What you should do:
Please count the lines of the listing below in which "schemas" occurs, and reply with the number only.

★ ★ ★

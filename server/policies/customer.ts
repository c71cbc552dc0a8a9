import type { Customer, User } from '../models';

export const customerPolicy = {
  list: (_actor: User) => true,
  read: (actor: User, customer: Customer) => actor.organizationId === customer.organizationId,
  create: (actor: User) => actor.role === 'owner' || actor.role === 'office',
  /** A customer's tax exemption certificate is a tax record: not the crew's business. */
  readCertificate: (actor: User, customer: Customer) => actor.organizationId === customer.organizationId && actor.role !== 'crew',
  update: (actor: User, customer: Customer) =>
    actor.organizationId === customer.organizationId && (actor.role === 'owner' || actor.role === 'office'),
};
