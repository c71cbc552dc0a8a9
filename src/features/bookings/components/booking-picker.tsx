import { useEffect, useId, useState } from 'react';
import type { BookingListRow } from '@shared/schemas/bookings';
import { Button } from '@/components/ui/button';
import { TextField } from '@/components/ui/text-field';
import { formatDate } from '@/lib/format';
import { useDebounced } from '@/lib/use-debounced';
import { useBookings } from '../api/get-bookings';

export interface PickedBooking {
  id: string;
  reference: string;
  customerName: string;
  eventStart: string;
}

const picked = (b: BookingListRow): PickedBooking => ({ id: b.id, reference: b.reference, customerName: b.customer.name, eventStart: b.eventStart });
const describe = (b: PickedBooking) => `${b.reference} · ${b.customerName} · ${formatDate(b.eventStart)}`;

interface BookingPickerProps {
  value: PickedBooking | null;
  onChange: (booking: PickedBooking) => void;
  label?: string;
  /** With nothing chosen yet, take the first booking found, so there is something to show at once. */
  pickFirst?: boolean;
}

/** Find a booking by reference or customer name and choose it. */
export function BookingPicker({ value, onChange, label = 'Find a booking', pickFirst = false }: BookingPickerProps) {
  const [search, setSearch] = useState('');
  const [open, setOpen] = useState(false);
  const q = useDebounced(search.trim(), 250);
  const results = useBookings({ q: q || undefined, pageSize: 8 });
  const listId = useId();

  const first = results.data?.data[0];
  useEffect(() => {
    if (pickFirst && !value && first) onChange(picked(first));
  }, [pickFirst, value, first, onChange]);

  return (
    <div className="space-y-2">
      {value ? (
        <div className="flex flex-wrap items-center justify-between gap-2 rounded-md border border-canvas-200 bg-canvas-50 px-3 py-2 text-sm">
          <p>
            <span className="text-canvas-700">Booking: </span>
            <span className="font-semibold text-canvas-900">{describe(value)}</span>
          </p>
          <Button size="sm" variant="secondary" aria-expanded={open} onClick={() => setOpen((v) => !v)}>
            {open ? 'Keep this booking' : 'Choose another booking'}
          </Button>
        </div>
      ) : null}
      {open || !value ? (
        <div className="space-y-2">
          <TextField label={label} type="search" placeholder="Reference or customer" value={search} onChange={(e) => setSearch(e.target.value)} aria-controls={listId} />
          <ul id={listId} aria-label="Matching bookings" className="divide-y divide-canvas-200 rounded-md border border-canvas-200 bg-white text-sm">
            {(results.data?.data ?? []).map((b) => (
              <li key={b.id}>
                <button
                  type="button"
                  onClick={() => {
                    onChange(picked(b));
                    setOpen(false);
                    setSearch('');
                  }}
                  className="block w-full px-3 py-2 text-left hover:bg-canvas-100"
                >
                  <span className="font-semibold">Use {b.reference}</span>
                  <span className="block text-canvas-700">
                    {b.customer.name} · {formatDate(b.eventStart)}
                  </span>
                </button>
              </li>
            ))}
            {results.data && results.data.data.length === 0 ? <li className="px-3 py-2 text-canvas-700">No booking matches.</li> : null}
            {results.isPending ? <li className="px-3 py-2 text-canvas-700">Searching…</li> : null}
            {results.isError ? <li className="px-3 py-2 text-rust-700">The bookings could not be searched.</li> : null}
          </ul>
        </div>
      ) : null}
    </div>
  );
}
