import { Link } from 'react-router';
import { BOOKING_STATUSES, BOOKING_STATUS_LABELS, type BookingListRow } from '@shared/schemas/bookings';
import { MonthGrid } from '@/components/ui/month-grid';
import { paths } from '@/config/paths';
import { cn } from '@/lib/cn';
import { addCalendarDays, monthLabel, zonedDate } from '@/lib/zoned-time';
import { STATUS_STYLES } from './status';

/** Each booking on every day its event touches, on the company's calendar. */
function byDay(bookings: readonly BookingListRow[], timeZone: string): Map<string, BookingListRow[]> {
  const days = new Map<string, BookingListRow[]>();
  for (const b of bookings) {
    const first = zonedDate(b.eventStart, timeZone);
    const last = zonedDate(b.eventEnd, timeZone);
    // A runaway range (bad data) must not freeze the page: at most 62 days are placed.
    for (let d = first, n = 0; d <= last && n < 62; d = addCalendarDays(d, 1), n += 1) {
      const list = days.get(d) ?? [];
      list.push(b);
      days.set(d, list);
    }
  }
  for (const list of days.values()) list.sort((a, b) => a.eventStart.localeCompare(b.eventStart));
  return days;
}

export function StatusLegend() {
  return (
    <ul aria-label="Legend" className="flex flex-wrap gap-2 text-sm">
      {BOOKING_STATUSES.map((s) => (
        <li key={s} className={cn('rounded-full px-2 py-0.5 text-xs font-semibold ring-1 ring-inset', STATUS_STYLES[s])}>
          {BOOKING_STATUS_LABELS[s]}
        </li>
      ))}
    </ul>
  );
}

export function BookingsCalendar({ bookings, month, timeZone }: { bookings: readonly BookingListRow[]; month: string; timeZone: string }) {
  const days = byDay(bookings, timeZone);
  return (
    <MonthGrid
      month={month}
      today={zonedDate(Date.now(), timeZone)}
      caption={`Bookings in ${monthLabel(month)}, by event day`}
      renderDay={(date) => {
        const list = days.get(date);
        if (!list?.length) return null;
        return (
          <ul className="space-y-1">
            {list.map((b) => (
              <li key={b.id}>
                <Link
                  to={paths.app.booking.getHref(b.id)}
                  className={cn('block truncate rounded px-1.5 py-0.5 text-xs font-semibold ring-1 ring-inset hover:underline', STATUS_STYLES[b.status])}
                  title={`${b.reference} · ${b.customer.name} · ${BOOKING_STATUS_LABELS[b.status]}`}
                >
                  {b.reference} {b.customer.name}
                  <span className="sr-only">, {BOOKING_STATUS_LABELS[b.status]}</span>
                </Link>
              </li>
            ))}
          </ul>
        );
      }}
    />
  );
}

★ ★ ★

Solution to this problem:
2